[Items from a data source]
◇ ◇ ◇

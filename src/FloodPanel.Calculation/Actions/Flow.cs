namespace FloodPanel.Calculation.Actions;

/// <summary>Moving water against the face of the barrier.</summary>
public static class Flow
{
    /// <summary>Greatest velocity of the surcharge method [m/s], 10 ft/s.</summary>
    public const double SurchargeVelocityLimit = 3.05;

    /// <summary>Source of the surcharge method, as printed.</summary>
    public const string SurchargeSource = "ASCE 7, 5.4.3 (equivalent surcharge depth)";

    /// <summary>Source of the drag method, as printed.</summary>
    public const string DragSource = "FEMA P-55 (2011), Eq. 8.8 and Table 8-2 (coefficients from memory)";

    /// <summary>d_h = a·V²/(2g), equivalent surcharge depth [m].</summary>
    /// <param name="velocity">V, flow velocity [m/s], ≥ 0.</param>
    /// <param name="shapeCoefficient">a, shape coefficient [-], ≥ 1.25.</param>
    /// <exception cref="ArgumentOutOfRangeException">An argument is out of range or not finite.</exception>
    /// <remarks>Source: ASCE 7, 5.4.3. Limits: V ≤ 3.05 m/s; above, <see cref="Pressure"/> changes the method.</remarks>
    public static double SurchargeDepth(double velocity, double shapeCoefficient)
    {
        Guard.NonNegative(velocity);
        Guard.InRange(shapeCoefficient, 1.25, double.MaxValue);

        return shapeCoefficient * velocity * velocity / (2 * Physics.Gravity);
    }

    /// <summary>C_d, drag coefficient by clear width over wetted height [-].</summary>
    /// <param name="ratio">Clear width / wetted height [-], > 0.</param>
    /// <exception cref="ArgumentOutOfRangeException">The ratio is not above zero.</exception>
    /// <remarks>
    /// Source: FEMA P-55 (2011), Table 8-2 (values from memory; the entry for 41 to 80 is remembered as 1.6 or 1.75
    /// and the larger is used). Limits of the rows are read as ≤ 12, ≤ 20, ≤ 32, ≤ 40, ≤ 80, ≤ 120, above.
    /// </remarks>
    public static double DragCoefficient(double ratio)
    {
        Guard.Positive(ratio);

        return ratio switch
        {
            <= 12 => 1.25,
            <= 20 => 1.3,
            <= 32 => 1.4,
            <= 40 => 1.5,
            <= 80 => 1.75,
            <= 120 => 1.8,
            _ => 2.0,
        };
    }

    /// <summary>Uniform pressure of moving water on the wetted height [Pa].</summary>
    /// <param name="velocity">V, flow velocity [m/s], ≥ 0.</param>
    /// <param name="shapeCoefficient">a, shape coefficient of the surcharge method [-], ≥ 1.25.</param>
    /// <param name="unitWeight">γ, unit weight of water [N/m³], > 0.</param>
    /// <param name="clearWidth">Clear width of the opening [m], > 0.</param>
    /// <param name="wettedHeight">Wetted height of the barrier [m], > 0.</param>
    /// <returns>
    /// γ·a·V²/(2g) up to 3.05 m/s; above, C_d·ρ·V²/2 but never less than the surcharge method's value.
    /// </returns>
    /// <remarks>Source: ASCE 7, 5.4.3; FEMA P-55 (2011), Eq. 8.8. Limits: a detailed analysis is asked for above 3.05 m/s.</remarks>
    public static double Pressure(
        double velocity, double shapeCoefficient, double unitWeight, double clearWidth, double wettedHeight)
    {
        var surcharge = unitWeight * SurchargeDepth(velocity, shapeCoefficient);
        if (velocity <= SurchargeVelocityLimit)
        {
            return surcharge;
        }

        var drag = DragCoefficient(clearWidth / wettedHeight) * unitWeight * velocity * velocity / (2 * Physics.Gravity);
        return Math.Max(drag, surcharge);
    }
}
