using Microsoft.EntityFrameworkCore.Design;

namespace FloodPanel.Storage;

/// <summary>Lets `dotnet ef migrations add` make a context; nothing else uses it.</summary>
internal sealed class DesignTimeDb : IDesignTimeDbContextFactory<FloodPanelDb>
{
    public FloodPanelDb CreateDbContext(string[] args) => new(StoreSetup.Options("."));
}
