using FloodPanel.Calculation.Cases;

namespace FloodPanel.Calculation.Actions;

/// <summary>How the pressure of still water came about.</summary>
internal static class StillWaterWorking
{
    public static Working Of(OpeningModel model, CaseKind kind)
    {
        var steps = new StepList(8);
        steps.UnitWeight(model.UnitWeight);
        if (kind == CaseKind.BrimFull)
        {
            steps.Given("H", model.Height, Dimension.Length);
            steps.Add("p_sill", "γ·H", model.UnitWeight * model.Height, Dimension.Pressure);
            return new("Pressure of still water at the top of the barrier", Hydrostatic.Source, steps.Done());
        }

        var (depth, behind) = (model.RetainedDepth, model.ProtectedDepth);
        steps.Given("h", depth, Dimension.Length);
        steps.Given("h′", behind, Dimension.Length);
        steps.Add("p_flood", "γ·max(0, h)", model.UnitWeight * Math.Max(0, depth), Dimension.Pressure);
        steps.Add("p_protected", "γ·h′", model.UnitWeight * behind, Dimension.Pressure);
        steps.Add(
            "p_sill", "p_flood − p_protected", model.UnitWeight * (Math.Max(0, depth) - behind), Dimension.Pressure);
        return new("Pressure of still water at the sill", Hydrostatic.Source, steps.Done());
    }
}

◇ ◇ ◇

Repeat the data in its entirety, character for character.

* SOLUTION TO THIS PROBLEM *
filename src/FloodPanel.Calculation/Actions/Flow.cs
namespace FloodPanel.Calculation.Actions;

/// <summary>Moving water against the face of the barrier.</summary>
public static class Flow
{
    /// <summary>Greatest velocity of the surcharge method [m/s], 10 ft/s.</summary>
    public const double SurchargeVelocityLimit = 3.05;

    /// <summary>Source of the surcharge method, as printed.</summary>
    public const string SurchargeSource = "ASCE 7, 5.4.3 (equivalent surcharge depth)";

    /// <summary>Source of the drag method, as printed.</summary>
    public const string DragSource = "FEMA P-55 (2011), Eq. 8.8 and Table 8-2 (coefficients from memory)";

    /// <summary>d_h = a·V²/(2g), equivalent surcharge depth [m].</summary>
    /// <param name="velocity">V, flow velocity [m/s], ≥ 0.</param>
    /// <param name="shapeCoefficient">a, shape coefficient [-], ≥ 1.25.</param>
    /// <exception cref="ArgumentOutOfRangeException">An argument is out of range or not finite.</exception>
    /// <remarks>Source: ASCE 7, 5.4.3. Limits: V ≤ 3.05 m/s; above, <see cref="Pressure"/> changes the method.</remarks>
    public static double SurchargeDepth(double velocity, double shapeCoefficient)
    {
        Guard.NonNegative(velocity);
        Guard.InRange(shapeCoefficient, 1.25, double.MaxValue);

        return shapeCoefficient * velocity * velocity / (2 * Physics.Gravity);
    }

    /// <summary>C_d, drag coefficient by clear width over wetted height [-].</summary>
    /// <param name="ratio">Clear width / wetted height [-], > 0.</param>
    /// <exception cref="ArgumentOutOfRangeException">The ratio is not above zero.</exception>
    /// <remarks>
    /// Source: FEMA P-55 (2011), Table 8-2 (values from memory; the entry for 41 to 80 is remembered as 1.6 or 1.75
    /// and the larger is used). Limits of the rows are read as ≤ 12, ≤ 20, ≤ 32, ≤ 40, ≤ 80, ≤ 120, above.
    /// </remarks>
    public static double DragCoefficient(double ratio)
    {
        Guard.Positive(ratio);

        return ratio switch
        {
            <= 12 => 1.25,
            <= 20 => 1.3,
            <= 32 => 1.4,
            <= 40 => 1.5,
            <= 80 => 1.75,
            <= 120 => 1.8,
            _ => 2.0,
        };
    }

    /// <summary>Uniform pressure of moving water on the wetted height [Pa].</summary>
    /// <param name="velocity">V, flow velocity [m/s], ≥ 0.</param>
    /// <param name="shapeCoefficient">a, shape coefficient of the surcharge method [-], ≥ 1.25.</param>
    /// <param name="unitWeight">γ, unit weight of water [N/m³], > 0.</param>
    /// <param name="clearWidth">Clear width of the opening [m], > 0.</param>
    /// <param name="wettedHeight">Wetted height of the barrier [m], > 0.</param>
    /// <returns>
    /// γ·a·V²/(2g) up to 3.05 m/s; above, C_d·ρ·V²/2 but never less than the surcharge method's value.
    /// </returns>
    /// <remarks>Source: ASCE 7, 5.4.3; FEMA P-55 (2011), Eq. 8.8. Limits: a detailed analysis is asked for above 3.05 m/s.</remarks>
    public static double Pressure(
        double velocity, double shapeCoefficient, double unitWeight, double clearWidth, double wettedHeight)
    {
        var surcharge = unitWeight * SurchargeDepth(velocity, shapeCoefficient);
        if (velocity <= SurchargeVelocityLimit)
        {
            return surcharge;
        }

        var drag = DragCoefficient(clearWidth / wettedHeight) * unitWeight * velocity * velocity / (2 * Physics.Gravity);
        return Math.Max(drag, surcharge);
    }
}
using Microsoft.EntityFrameworkCore.Design;

namespace FloodPanel.Storage;

/// <summary>Lets `dotnet ef migrations add` make a context; nothing else uses it.</summary>
internal sealed class DesignTimeDb : IDesignTimeDbContextFactory<FloodPanelDb>
{
    public FloodPanelDb CreateDbContext(string[] args) => new(StoreSetup.Options("."));
}
using FloodPanel.Calculation.Cases;

namespace FloodPanel.Calculation.Actions;

/// <summary>How the pressure of still water came about.</summary>
internal static class StillWaterWorking
{
    public static Working Of(OpeningModel model, CaseKind kind)
    {
        var steps = new StepList(8);
        steps.UnitWeight(model.UnitWeight);
        if (kind == CaseKind.BrimFull)
        {
            steps.Given("H", model.Height, Dimension.Length);
            steps.Add("p_sill", "γ·H", model.UnitWeight * model.Height, Dimension.Pressure);
            return new("Pressure of still water at the top of the barrier", Hydrostatic.Source, steps.Done());
        }

        var (depth, behind) = (model.RetainedDepth, model.ProtectedDepth);
        steps.Given("h", depth, Dimension.Length);
        steps.Given("h′", behind, Dimension.Length);
        steps.Add("p_flood", "γ·max(0, h)", model.UnitWeight * Math.Max(0, depth), Dimension.Pressure);
        steps.Add("p_protected", "γ·h′", model.UnitWeight * behind, Dimension.Pressure);
        steps.Add(
            "p_sill", "p_flood − p_protected", model.UnitWeight * (Math.Max(0, depth) - behind), Dimension.Pressure);
        return new("Pressure of still water at the sill", Hydrostatic.Source, steps.Done());
    }
}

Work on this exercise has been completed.